*** Opening of RECORDS PROVIDED ***
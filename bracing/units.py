"""Quantities with units at the edges: parse "31 ft", "9.5 m", "150 pcf" into the engine's unit.

The engine works in US customary units (design.md §3). Every input field has a documented unit;
a bare number takes it, a value with a unit is converted with pint. A value of the wrong kind
(a height in kg) is refused with a message naming what was expected.
"""

from __future__ import annotations

import math
import re
from functools import lru_cache
from pathlib import Path

from bracing.unit_factors import DISPLAY_FACTORS, FACTORS


@lru_cache(maxsize=1)
def registry():
    """pint's registry with the trade's names it lacks; imported and built on first use (a bare
    number never needs it, and it takes a few tenths of a second)."""
    import pint

    ureg = pint.UnitRegistry()
    ureg.define("pcf = force_pound / foot ** 3")  # weights per unit volume, area and length
    ureg.define("psf = force_pound / foot ** 2")
    ureg.define("plf = force_pound / foot")
    ureg.define("ksf = 1000 * psf")
    return ureg

# Engine unit and a plain-word name for each kind of value a field can hold.
KINDS: dict[str, tuple[str, str]] = {
    "length": ("ft", "a length"),
    "thickness": ("in", "a length"),
    "area": ("ft**2", "an area"),
    "section_area": ("in**2", "an area"),
    "force": ("lbf", "a force"),
    "moment": ("ft*lbf", "a moment or torque"),
    "pressure": ("psf", "a pressure"),
    "stress": ("psi", "a stress"),
    "unit_weight": ("pcf", "a unit weight"),
    "line_load": ("plf", "a load per length"),
    "speed": ("mph", "a speed"),
    "angle": ("deg", "an angle"),
    "duration": ("week", "a duration"),
    "age": ("day", "an age"),
    "torque_factor": ("1/ft", "a torque factor (per ft)"),
}

# Display units for reports: (US, SI) per engine unit.
DISPLAY = {
    "ft": ("ft", "m"),
    "in": ("in", "mm"),
    "ft**2": ("ft**2", "m**2"),
    "in**2": ("in**2", "mm**2"),
    "lbf": ("lbf", "kN"),
    "ft*lbf": ("ft*lbf", "kN*m"),
    "psf": ("psf", "kPa"),
    "psi": ("psi", "MPa"),
    "pcf": ("pcf", "kN/m**3"),
    "plf": ("plf", "kN/m"),
    "mph": ("mph", "m/s"),
}
SHORT = {"ft**2": "ft²", "m**2": "m²", "in**2": "in²", "mm**2": "mm²", "lbf": "lb",
         "ft*lbf": "lb·ft", "kN*m": "kN·m", "kN/m**3": "kN/m³", "m/s": "m/s"}


# The spellings read without pint, by engine unit: the trade's usual ones and their SI fellows.
# `python -m bracing.units` writes their factors, from pint, into bracing/unit_factors.py.
COMMON: dict[str, tuple[str, ...]] = {
    "ft": ("ft", "feet", "foot", "in", "inch", "inches", "m", "cm", "mm", "yd"),
    "in": ("in", "inch", "inches", "ft", "feet", "foot", "mm", "cm", "m"),
    "ft**2": ("ft^2", "ft**2", "in^2", "in**2", "m^2", "m**2"),
    "in**2": ("in^2", "in**2", "mm^2", "mm**2", "cm^2", "cm**2", "ft^2", "ft**2"),
    "lbf": ("lbf", "lb", "lbs", "kip", "kips", "N", "kN", "kg", "t"),
    "ft*lbf": ("ft*lbf", "lbf*ft", "ft*lb", "lb*ft", "kip*ft", "ft*kip", "N*m", "kN*m"),
    "psf": ("psf", "lbf/ft^2", "lbf/ft**2", "Pa", "kPa", "kg/m^2", "kg/m**2"),
    "psi": ("psi", "ksi", "lbf/in^2", "lbf/in**2", "MPa", "kPa", "Pa"),
    "pcf": ("pcf", "lb/ft^3", "lb/ft**3", "lbf/ft^3", "lbf/ft**3", "kN/m^3", "kN/m**3",
            "kg/m^3", "kg/m**3"),
    "plf": ("plf", "lbf/ft", "lb/ft", "kN/m", "N/m"),
    "mph": ("mph", "m/s", "km/h", "kph", "knot", "knots"),
    "deg": ("deg", "degree", "degrees", "rad", "radian", "radians"),
    "week": ("week", "weeks", "day", "days", "d"),
    "day": ("day", "days", "d", "week", "weeks", "h", "hr", "hour", "hours"),
}


class UnitError(ValueError):
    """A value that cannot be read as the field's kind of quantity."""


# The longest text read as a quantity: a value with its unit is short; a long one is a mistake,
# and pint evaluates what it is given (a long product of big numbers takes long).
LONGEST_TEXT = 100
# A unit raised to a one-digit power ("ft**2", "m^3", "ft**-1"), not followed by another power:
# the only powers read. "2**2000" or "9**9**9" would make pint compute a number of millions of
# digits (a hang), so every other power is refused before pint sees the text.
# A number after a number or a unit with only spaces between: pint multiplies them ("2 0 mph"
# is 0 mph, "20 mph 5" is 100 mph), a typing slip that must not pass as a value.
_SIDE_BY_SIDE = re.compile(r"[\w.]\s+[\d.]")
_UNIT_POWER = re.compile(r"(?<=[A-Za-z_])\s*(?:\*\*|\^)\s*[-+]?[0-9](?![0-9.]|\s*(?:\*\*|\^))")


def _is_weight(q) -> bool:
    """True for a mass unit the trade writes for a weight: a mass alone or over lengths (lb, kg,
    t, lb/ft^3, kg/m^2, lb*ft), never with time (3 s times g is a speed, not a weight)."""
    dims = q.dimensionality
    return dims.get("[mass]") == 1 and set(dims) <= {"[mass]", "[length]"}


def _weighed(q):
    """A mass unit read as its weight (standard gravity), where the trade writes it for forces."""
    return (q * registry().Quantity(1.0, "standard_gravity")).to_base_units()


# A plain decimal number and a unit written the common way ("31 ft", "7.25in", "150 pcf"): read
# with a factor from the shipped table (`unit_factors.FACTORS`, made from pint by `python -m
# bracing.units`); any other text goes to pint. Importing pint and building its registry takes
# longer than reading and checking a whole site.
_NUMBER_UNIT = re.compile(r"\s*(-?(?:[0-9]+(?:\.[0-9]+)?|\.[0-9]+)(?:[eE][-+]?[0-9]+)?)\s*(\S*)\s*",
                          re.ASCII)


@lru_cache(maxsize=4096)
def _parse_text(text: str, unit: str, kind_word: str) -> float:
    stripped = text.strip()
    bare = _UNIT_POWER.sub("", stripped)
    if len(stripped) > LONGEST_TEXT or "**" in bare or "^" in bare \
            or _SIDE_BY_SIDE.search(stripped) or not stripped.isprintable():
        raise UnitError(f"cannot read {shown(text)} as {kind_word} (for example '12 {unit}'; "
                        "a number and a unit, powers only on units)")
    common = _NUMBER_UNIT.fullmatch(stripped)
    if common:
        factor = FACTORS.get(unit, {}).get(common[2]) if common[2] else 1.0
        if factor is not None:
            return float(common[1]) * factor
    return _pint_value(stripped, text, unit, kind_word)


def _pint_value(stripped: str, text: str, unit: str, kind_word: str) -> float:
    """`stripped` read by pint in `unit`, refused when it is not of the unit's kind."""
    try:
        q = registry().Quantity(stripped)
    except Exception as exc:  # pint raises several types for unreadable text
        raise UnitError(f"cannot read {text!r} as {kind_word} (for example '12 {unit}')") from exc
    target = registry().Unit(unit)
    wrong = UnitError(f"{text!r} is not {kind_word} (expected a unit like {unit})")
    try:
        if isinstance(q, (int, float)):
            return float(q)
        if q.unitless:
            if str(q.units) not in ("dimensionless", ""):
                if not q.is_compatible_with(target):  # "10 %" for a length
                    raise wrong
                return float(q.to(target).magnitude)  # degrees and radians are unitless in pint
            return float(q.magnitude)
        if not q.is_compatible_with(target):
            weighed = _weighed(q) if _is_weight(q) else None
            if weighed is None or not weighed.is_compatible_with(target):
                raise wrong
            q = weighed
        return float(q.to(target).magnitude)
    except (OverflowError, ZeroDivisionError):  # a number too large for a float
        raise UnitError(f"{shown(text)} is too large a number for {kind_word}") from None


def shown(value: object) -> str:
    """The value as a message shows it: a long one cut short."""
    text = repr(value)
    return text if len(text) <= 60 else f"{text[:40]}... ({len(text)} characters)"


def parse(value: object, kind: str) -> float:
    """Return `value` in the engine unit of `kind`; a bare number is taken in that unit.

    The unit must be of the kind's own dimension; the one exception is a mass read as its weight
    for forces, weights per area or volume and moments (lb, kg, t, lb/ft^3...)."""
    unit, kind_word = KINDS[kind]
    if isinstance(value, bool):
        raise UnitError(f"expected {kind_word}, got {value!r}")
    if isinstance(value, (int, float)):
        try:
            number = float(value)
        except OverflowError:  # an integer of hundreds of digits
            raise UnitError(f"{shown(value)} is too large a number for {kind_word}") from None
    elif isinstance(value, str):
        number = _parse_text(value, unit, kind_word)
    else:
        raise UnitError(f"expected {kind_word} as a number or text like '12 {unit}', "
                        f"got {shown(value)}")
    if not math.isfinite(number):  # nan and inf: TOML and pint both read them
        raise UnitError(f"expected {kind_word} as a finite number, got {shown(value)}")
    return number


def convert(value: float, unit: str, system: str) -> tuple[float, str]:
    """Convert an engine value to the display unit of `system` ('us' or 'si')."""
    us, si = DISPLAY.get(unit, (unit, unit))
    target = si if system == "si" else us
    if target == unit:
        return value, SHORT.get(target, target)
    return float(value * DISPLAY_FACTORS[unit]), SHORT.get(target, target)


def pint_factors() -> tuple[dict[str, dict[str, float]], dict[str, float]]:
    """The factors of `COMMON` and of the SI display units, as pint reads them: one of each
    spelling in its engine unit, and one engine unit in its SI display unit."""
    factors = {target: {spelling: _pint_value(f"1 {spelling}", spelling, target, target)
                        for spelling in spellings}
               for target, spellings in COMMON.items()}
    display = {unit: float(registry().Quantity(1.0, unit).to(si).magnitude)
               for unit, (_, si) in DISPLAY.items() if si != unit}
    return factors, display


def write_factors() -> None:
    """Write `pint_factors()` as the shipped table (`python -m bracing.units`)."""
    import pprint

    factors, display = pint_factors()
    Path(__file__).with_name("unit_factors.py").write_text(
        '"""Unit factors made from pint by `python -m bracing.units` (do not edit; regenerate).\n\n'
        "tests/test_units.py checks that they equal pint's own conversions.\n"
        '"""\n\n'
        f"FACTORS = {pprint.pformat(factors, width=100, sort_dicts=False)}\n\n"
        f"DISPLAY_FACTORS = {pprint.pformat(display, width=100, sort_dicts=False)}\n",
        encoding="utf-8")


if __name__ == "__main__":
    write_factors()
*** Close of RECORDS PROVIDED ***
Print exactly the lines above, between the one holding "weighed = _weighed(q)" and the one holding "for forces, weights", inclusive, and nothing besides.

### OUTPUT OF THE EXERCISE
            weighed = _weighed(q) if _is_weight(q) else None
            if weighed is None or not weighed.is_compatible_with(target):
                raise wrong
            q = weighed
        return float(q.to(target).magnitude)
    except (OverflowError, ZeroDivisionError):  # a number too large for a float
        raise UnitError(f"{shown(text)} is too large a number for {kind_word}") from None


def shown(value: object) -> str:
    """The value as a message shows it: a long one cut short."""
    text = repr(value)
    return text if len(text) <= 60 else f"{text[:40]}... ({len(text)} characters)"


def parse(value: object, kind: str) -> float:
    """Return `value` in the engine unit of `kind`; a bare number is taken in that unit.

    The unit must be of the kind's own dimension; the one exception is a mass read as its weight
    for forces, weights per area or volume and moments (lb, kg, t, lb/ft^3...)."""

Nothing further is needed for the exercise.